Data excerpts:
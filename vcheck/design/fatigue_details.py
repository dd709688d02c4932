"""Fatigue-critical details of a design: the ``[[fatigue]]`` tables.

A fatigue detail is a vibrating member, weld or small-bore connection whose stress
cycles over the design life are counted and judged against an S-N curve::

    [[fatigue]]
    name = "gauge tapping on the discharge"
    detail = "EN 1993-1-9:71"            # or "IIW:FAT90", "DNV-RP-C203:D", or a table
    life = { years = 25, hours-per-year = "6000 h" }

    [[fatigue.block]]                    # one source of cycles (see below)
    name = "full speed"
    stress-range = "14 MPa"
    order = "1x"                         # once a revolution; or frequency = "25 Hz"
    share = 0.7                          # of the operating hours

The detail names its S-N curve by a name of
:data:`vcheck.dynamics.fatigue.sn_curves.SN_CURVES` or a plugin's curve ("ACME:weld-7": a name
with a colon outside the three published families is looked up among the curves that
plugins contribute, when the rule runs), or gives its own curve as a table of points
``{ points = [[1e5, "180 MPa"], [2e6, "71 MPa"]] }`` (cycles, stress range).

Exactly one source of cycles is given:

- ``[[fatigue.block]]`` duty blocks: a stress range, or a response level with the stress
  range per unit of it, at a fixed frequency or an order of running speed, for a share
  of the operating hours; blocks may overlap in time (a 1x and a vane-pass component
  both run all the hours), each is counted on its own;
- ``history``: a measured or simulated record in a CSV or ``.npy`` file inside the
  project root, with its channel, the stress per unit of the recorded value and the time
  the record stands for; rainflow counted by the rule;
- ``psd``: a one-sided stress PSD, inline points or a CSV file, frequencies in Hz, with
  the unit of its values ("MPa^2/Hz") and the method (Dirlik, narrow band, three band);
- ``base-psd``: a base-acceleration PSD under a detail that responds as one lightly
  damped mode, with its natural frequency, Q (or damping ratio) and the stress per g of
  response (Miles' equation).
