def lumped_modes(mass_matrix, stiffness_matrix, f_low=None, f_high=None) -> LumpedModes:
    """Modes of a lumped model, dense or sparse by model size.

    Parameters
    ----------
    mass_matrix, stiffness_matrix : array_like or scipy.sparse matrix
        M [kg] and K [N/m], as from :func:`lumped_matrices`.
    f_low, f_high : float, optional
        Frequency band [Hz]. Without it every mode is returned, for models of up to
        :data:`ALL_MODES_MAX_DOF` degrees of freedom.

    Returns
    -------
    LumpedModes
        Frequencies [Hz], mass-normalised shapes [1/sqrt(kg)], rigid-body count
        [unitless].

    Notes
    -----
    With a band: up to :data:`DENSE_MAX_DOF` degrees of freedom
    :func:`lumped_modes_dense`, above it :func:`lumped_modes_band`; both give the
    same modes (tested on a 1000-DOF model).
    """
    n = _check_pair(mass_matrix, stiffness_matrix)
    if f_low is None and f_high is None:
        if n > ALL_MODES_MAX_DOF:
            raise ValueError(
                f"a model of {n} degrees of freedom needs a frequency band (f_low, f_high); "
                f"every mode is only computed up to {ALL_MODES_MAX_DOF}"
            )
        return lumped_modes_dense(mass_matrix, stiffness_matrix)
    f_low = 0.0 if f_low is None else f_low
    if f_high is None:
        raise ValueError("a frequency band needs its upper edge f_high")
    if n <= DENSE_MAX_DOF:
        return lumped_modes_dense(mass_matrix, stiffness_matrix, f_low, f_high)
    return lumped_modes_band(mass_matrix, stiffness_matrix, f_low, f_high)


# ----------------------------------------------------------------- participation


def translation_influence(n_nodes: int, direction: ArrayLike) -> np.ndarray:
    """Influence vector of a rigid translation for a node-major multi-direction model.

    Parameters
    ----------
    n_nodes : int
        Number of nodes [unitless].
    direction : array_like
        Direction of the translation, one entry per coordinate of a node (length 1, 2
        or 3: x, y, z) [unitless]; normalised to unit length here.

    Returns
    -------
    numpy.ndarray
        r, shape (n_nodes * len(direction),): the displacement of every coordinate for
        a unit translation along ``direction`` [unitless].
    """
    direction = np.asarray(direction, dtype=float).reshape(-1)
    length = float(np.linalg.norm(direction))
    if not (length > 0) or not np.isfinite(length):
        raise ValueError("direction must be a non-zero vector")
    if int(n_nodes) < 1:
        raise ValueError(f"number of nodes must be at least 1, got {n_nodes}")
    return np.tile(direction / length, int(n_nodes))


def modal_participation(shapes: ArrayLike, mass_matrix, influence: ArrayLike | None = None):
    """Participation factors and modal effective masses for a direction of excitation.

    Parameters
    ----------
    shapes : array_like
        Mode shapes as columns, (n_dof, n_modes) [1/sqrt(kg) if mass-normalised].
    mass_matrix : array_like or scipy.sparse matrix
        Mass matrix M, (n_dof, n_dof) [kg].
    influence : array_like, optional
        Influence vector r: each coordinate's displacement under a unit rigid motion
        of the base in the chosen direction, (n_dof,) [unitless]. By default all ones
        (every coordinate along the excitation); see :func:`translation_influence`.

    Returns
    -------
    factors : numpy.ndarray
        Gamma_j = phi_j^T M r / (phi_j^T M phi_j), (n_modes,) [sqrt(kg) for
        mass-normalised shapes].
    effective_masses : numpy.ndarray
        m_eff,j = (phi_j^T M r)^2 / (phi_j^T M phi_j), (n_modes,) [kg]; over all modes
        they add up to r^T M r (the total mass for a rigid translation).

    Notes
    -----
    The definitions of base-excited modal analysis [1]_; independent of how the shapes
    are normalised except for Gamma's scale.

    References
    ----------
    .. [1] A. K. Chopra, Dynamics of Structures, 4th ed., Prentice Hall, 2012,
       sec. 13.2 (from memory).
    """
    phi = np.asarray(shapes, dtype=float)
    if phi.ndim == 1:
        phi = phi[:, None]
    n = phi.shape[0]
    r = np.ones(n) if influence is None else np.asarray(influence, dtype=float).reshape(-1)
    if r.size != n:
        raise ValueError(f"influence vector must have {n} entries, got {r.size}")
    if not _is_sparse(mass_matrix):
        mass_matrix = np.asarray(mass_matrix, dtype=float)
    m_phi = mass_matrix @ phi
    modal_mass = np.einsum("ij,ij->j", phi, m_phi)
    excitation = m_phi.T @ r
    return excitation / modal_mass, excitation**2 / modal_mass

Exercise aim: All lines above from the one with "both give the" to the one with "lumped_modes_dense(mass_matrix, stiffness_matrix, f_low, f_high)", inclusive, should be copied exactly, and no other lines.

Solution to this task:
    :func:`lumped_modes_dense`, above it :func:`lumped_modes_band`; both give the
    same modes (tested on a 1000-DOF model).
    """
    n = _check_pair(mass_matrix, stiffness_matrix)
    if f_low is None and f_high is None:
        if n > ALL_MODES_MAX_DOF:
            raise ValueError(
                f"a model of {n} degrees of freedom needs a frequency band (f_low, f_high); "
                f"every mode is only computed up to {ALL_MODES_MAX_DOF}"
            )
        return lumped_modes_dense(mass_matrix, stiffness_matrix)
    f_low = 0.0 if f_low is None else f_low
    if f_high is None:
        raise ValueError("a frequency band needs its upper edge f_high")
    if n <= DENSE_MAX_DOF:
        return lumped_modes_dense(mass_matrix, stiffness_matrix, f_low, f_high)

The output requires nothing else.